The girls proceed to honor each victim by placing a cherished item from each person’s life into the capsule: for Abby, a lock of her horse's mane; a softball for Christy; Jeffrey’s newborn brother’s hospital bracelet; and a quarter, for the coins Mr. Kline tossed to students for correct answers. After adding each of the victim’s items, Valerie leaves, sitting back down, but Jessica remains to add two more effects Valerie does not know about: Jessica adds Nick’s copy of Hamlet to the capsule and then adds Valerie’s book of drawings—Valerie refers to the two items as “my reality and Nick’s escape” (403). The tribute moves the audience to standing applause. 

Part 4, Chapter 44 Analysis

When she accepts the college information from Mrs. Tate, for the first time, Valerie sees possibilities opening up for herself. As she looks through the college books, she notes that “they felt heavy in my palms” because “for once the future seemed heavier than the past” (390). At last, she can leave the mistakes of her parents, Nick, and her choices in the past, shake off the shadows weighing her down, and make her future a destiny of her own creation.

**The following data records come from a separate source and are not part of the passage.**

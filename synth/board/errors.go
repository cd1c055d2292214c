package board

import "fmt"

// Error is an error of this package written for a person: Msg is the text
// without the package's name (Error adds it), and Err, when set, is the
// sentinel or cause it wraps, for errors.Is.
type Error struct {
	Msg string
	Err error
}

// Error returns "board: " and the message.
func (e *Error) Error() string { return "board: " + e.Msg }

// Message returns the text for a person, without the package's name.
func (e *Error) Message() string { return e.Msg }

// Unwrap returns the wrapped sentinel or cause.
func (e *Error) Unwrap() error { return e.Err }

// errorf returns an *Error with a formatted message wrapping cause (nil
// for none).
func errorf(cause error, format string, args ...any) error {
	return &Error{Msg: fmt.Sprintf(format, args...), Err: cause}
}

As she graduates, Valerie reflects on the suitcase at home on her bed, mostly packed for her cross-country trip; instead of going to college, Valerie plans to travel to destinations unknown with her clothes, some calling cards, a picture of Nick, and some college information books. Once heavy, weighed down by carrying all the hate contained in a spiralbound notebook, Valerie finally lightens her burden and lets go of that hate. Valerie finishes packing, taking one last look at her wallpaper before her great escape. She notes that the horses are “as they’d always been, of course—completely motionless” (405).